90% threshold for 5 shared birthdays reached for 413 guests.
fig = plot_shared_birthday_prob(M=5, max_num_guests=1000, how='a maximum of')
Sextets
(This is starting to take some time to run…)
fig = plot_shared_birthday_prob(M=6, max_num_guests=1000)50% threshold for 6 shared birthdays reached for 457 guests.
90% threshold for 6 shared birthdays reached for 586 guests.
fig = plot_shared_birthday_prob(M=6, max_num_guests=1000, how='a maximum of')
We are barely reaching the 50% threshold now.
And one last one for the road.
Septets
fig = plot_shared_birthday_prob(M=7, max_num_guests=1000)50% threshold for 7 shared birthdays reached for 616 guests.
90% threshold for 7 shared birthdays reached for 768 guests.
fig = plot_shared_birthday_prob(M=7, max_num_guests=1000, how='a maximum of')
It looks like were we to smoothen out this plot, the probability would never reach 50%.
There you have it!
Hopefully, this little exploration of the birthday problem illustrates how useful simulation can be.

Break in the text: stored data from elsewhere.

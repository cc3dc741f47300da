import { FlexRender, type Cell as GridCell, type ReactTable, type RowData } from '@tanstack/react-table';
import { FoldedMethodLinks } from '../marks/MethodLink.tsx';
import { Fragment, type ReactNode } from 'react';
import type { GridFeatures } from './dataGrid.ts';
import { Cell, HeadCell, Row, Table, TableBody, TableHead } from './Table.tsx';

interface DataGridProps<TRow extends RowData> {
  readonly table: ReactTable<GridFeatures, TRow>;
  readonly caption: ReactNode;
  /** Row id of the current row; see getRowId of useTable. */
  readonly current?: string | null;
  readonly onOpen?: (row: TRow) => void;
  /** Shown in the table's place where there are no rows. */
  readonly empty?: ReactNode;
}

/** Draws a TanStack table: head with sort, rows, folded entries on narrow screens. It keeps no state. */
export function DataGrid<TRow extends RowData>({
  table,
  caption,
  current,
  onOpen,
  empty,
}: DataGridProps<TRow>) {
  const rows = table.getRowModel().rows;
  if (rows.length === 0 && empty) return empty;
  const methods = table.getVisibleLeafColumns().flatMap(({ columnDef }) => columnDef.meta?.method ?? []);
  return (
    <>
      <Table caption={caption} entries>
        <TableHead>
          {table.getHeaderGroups().map((group) => (
            <tr key={group.id} role="row">
              {group.headers.map((header) => {
                const { column } = header;
                const sorted = column.getIsSorted();
                const meta = column.columnDef.meta;
                return (
                  <HeadCell
                    key={header.id}
                    numeric={meta?.numeric}
                    label={meta?.name ?? column.id}
                    method={meta?.method}
                    sorted={column.getCanSort() ? directionOf(sorted) : undefined}
                    onSort={column.getCanSort() ? () => column.toggleSorting() : undefined}
                  >
                    {meta?.markOnly ? undefined : <FlexRender header={header} />}
                  </HeadCell>
                );
              })}
            </tr>
          ))}
        </TableHead>
        <TableBody>
          {rows.map((row) => (
            <Row key={row.id} current={row.id === current} onOpen={onOpen && (() => onOpen(row.original))}>
              {row.getVisibleCells().map((cell) => (
                <GridCellContent key={cell.id} cell={cell} />
              ))}
            </Row>
          ))}
        </TableBody>
      </Table>
      {methods.length > 0 && <FoldedMethodLinks topics={methods} />}
    </>
  );
}

function GridCellContent<TRow extends RowData>({ cell }: { readonly cell: GridCell<GridFeatures, TRow> }) {
  const meta = cell.column.columnDef.meta;
  const content = <FlexRender cell={cell} />;
  if (meta?.namesRow) return <Fragment>{content}</Fragment>;
  return (
    <Cell numeric={meta?.numeric} entry={meta?.entry} nowrap={meta?.nowrap}>
      {content}
    </Cell>
  );
}

function directionOf(sorted: false | 'asc' | 'desc') {
  if (sorted === false) return null;
  return sorted === 'asc' ? 'ascending' : 'descending';
}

In the case of the generalised version of the problem beyond pairs, we were able to simulate the problem easily by making a small modification to our original code.
Perhaps one question remains. How can we be sure that our simulation gives a reasonable (however we want define it) approximation of the answer?
Well, for pairs we compared our code to the exact result. Can we do the same for M > 2?
It turns out that there exists an exact answer to this problem for the general case, however it is much more involved than our little derivation for M = 2.
For more information I’ll refer you to this paper by Fisher, Funk, and Sams.
We can nonetheless compare our simulation to the authors’ exact result for the 50% threshold for the values of M they used:
| M | 2 | 3 | 4 | 5 | 6 | 7 |
|----------------|----|----|-----|-----|-----------|
| exact | 23 | 88 | 187 | 313 | N/A | N/A |
| our simulation | 23 | 87 | 188 | 314 | 457 | 616 |We’re in the right ball park. We could probably improve our results a bit by using more than 1000 trials.
It might also be interesting to record the variance across the trials during our simulation.
This, as they say, will be left as an exercise for the reader, and the next time you’re at a birthday party, if there are more than 23 people present be sure to sing “Haaaaappy birthday to youse!“, the pairs, trios, quartets, etc… will be grateful (the person organising the birthday party, not so much, oddly enough. There’s no pleasing some people anyway).